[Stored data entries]

#####

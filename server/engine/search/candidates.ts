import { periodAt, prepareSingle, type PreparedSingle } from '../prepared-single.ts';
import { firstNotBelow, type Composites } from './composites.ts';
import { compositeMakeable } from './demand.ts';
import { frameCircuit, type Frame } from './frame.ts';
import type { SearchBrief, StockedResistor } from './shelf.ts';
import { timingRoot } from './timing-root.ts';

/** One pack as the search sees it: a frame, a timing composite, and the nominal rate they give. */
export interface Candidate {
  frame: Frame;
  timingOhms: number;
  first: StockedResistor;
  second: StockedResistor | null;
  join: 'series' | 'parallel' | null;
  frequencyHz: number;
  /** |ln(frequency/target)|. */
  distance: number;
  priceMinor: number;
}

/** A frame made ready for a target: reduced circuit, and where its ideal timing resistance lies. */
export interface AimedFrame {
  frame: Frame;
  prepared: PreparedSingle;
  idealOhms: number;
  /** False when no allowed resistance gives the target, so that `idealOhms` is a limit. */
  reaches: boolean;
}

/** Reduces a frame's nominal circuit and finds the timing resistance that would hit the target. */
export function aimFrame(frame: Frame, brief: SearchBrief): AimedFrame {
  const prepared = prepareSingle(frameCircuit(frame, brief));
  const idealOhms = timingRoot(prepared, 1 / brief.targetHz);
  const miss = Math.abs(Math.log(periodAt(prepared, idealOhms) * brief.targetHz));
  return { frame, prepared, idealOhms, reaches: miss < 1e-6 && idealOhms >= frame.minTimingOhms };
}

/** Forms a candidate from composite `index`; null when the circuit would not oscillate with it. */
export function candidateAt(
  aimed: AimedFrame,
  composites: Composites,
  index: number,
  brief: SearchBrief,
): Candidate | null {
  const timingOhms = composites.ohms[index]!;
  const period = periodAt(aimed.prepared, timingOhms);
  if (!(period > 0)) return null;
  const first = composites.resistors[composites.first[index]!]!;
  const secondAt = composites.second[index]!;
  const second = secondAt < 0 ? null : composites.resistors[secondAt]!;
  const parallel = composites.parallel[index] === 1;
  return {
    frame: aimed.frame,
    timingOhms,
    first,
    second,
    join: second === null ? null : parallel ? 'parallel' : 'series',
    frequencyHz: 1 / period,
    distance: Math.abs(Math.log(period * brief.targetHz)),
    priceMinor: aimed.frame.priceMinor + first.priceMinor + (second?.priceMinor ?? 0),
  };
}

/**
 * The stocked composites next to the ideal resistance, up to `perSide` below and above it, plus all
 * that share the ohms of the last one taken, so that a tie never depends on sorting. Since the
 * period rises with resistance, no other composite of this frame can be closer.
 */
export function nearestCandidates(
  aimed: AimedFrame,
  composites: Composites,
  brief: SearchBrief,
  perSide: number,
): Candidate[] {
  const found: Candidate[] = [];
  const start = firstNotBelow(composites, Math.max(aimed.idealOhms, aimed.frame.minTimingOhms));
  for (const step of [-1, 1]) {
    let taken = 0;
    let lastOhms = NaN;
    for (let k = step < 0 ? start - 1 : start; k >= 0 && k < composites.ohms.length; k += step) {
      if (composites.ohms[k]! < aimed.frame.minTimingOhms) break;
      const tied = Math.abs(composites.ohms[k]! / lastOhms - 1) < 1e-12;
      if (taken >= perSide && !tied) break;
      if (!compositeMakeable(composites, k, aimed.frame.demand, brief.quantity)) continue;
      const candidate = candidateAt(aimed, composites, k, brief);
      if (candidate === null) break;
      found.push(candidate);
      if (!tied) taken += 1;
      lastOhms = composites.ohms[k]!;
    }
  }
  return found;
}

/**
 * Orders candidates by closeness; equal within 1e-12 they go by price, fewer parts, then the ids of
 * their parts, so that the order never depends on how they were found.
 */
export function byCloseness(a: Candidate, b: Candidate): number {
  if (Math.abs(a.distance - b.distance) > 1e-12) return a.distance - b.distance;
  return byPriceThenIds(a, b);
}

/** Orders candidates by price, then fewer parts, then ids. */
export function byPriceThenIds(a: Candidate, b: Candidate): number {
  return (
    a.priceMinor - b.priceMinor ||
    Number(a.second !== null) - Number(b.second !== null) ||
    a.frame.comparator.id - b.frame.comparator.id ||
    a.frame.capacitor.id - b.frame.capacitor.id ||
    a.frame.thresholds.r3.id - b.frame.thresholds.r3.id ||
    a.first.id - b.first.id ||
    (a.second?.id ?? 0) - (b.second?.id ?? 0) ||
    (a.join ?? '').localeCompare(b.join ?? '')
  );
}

#####

**Prompt:**
Beginning at the line above that contains "const timingOhms = composites.ohms[index]!;", return each line exactly through the line that contains "const second = secondAt", and no others.

**Output for this task:**
  const timingOhms = composites.ohms[index]!;
  const period = periodAt(aimed.prepared, timingOhms);
  if (!(period > 0)) return null;
  const first = composites.resistors[composites.first[index]!]!;
  const secondAt = composites.second[index]!;
  const second = secondAt < 0 ? null : composites.resistors[secondAt]!;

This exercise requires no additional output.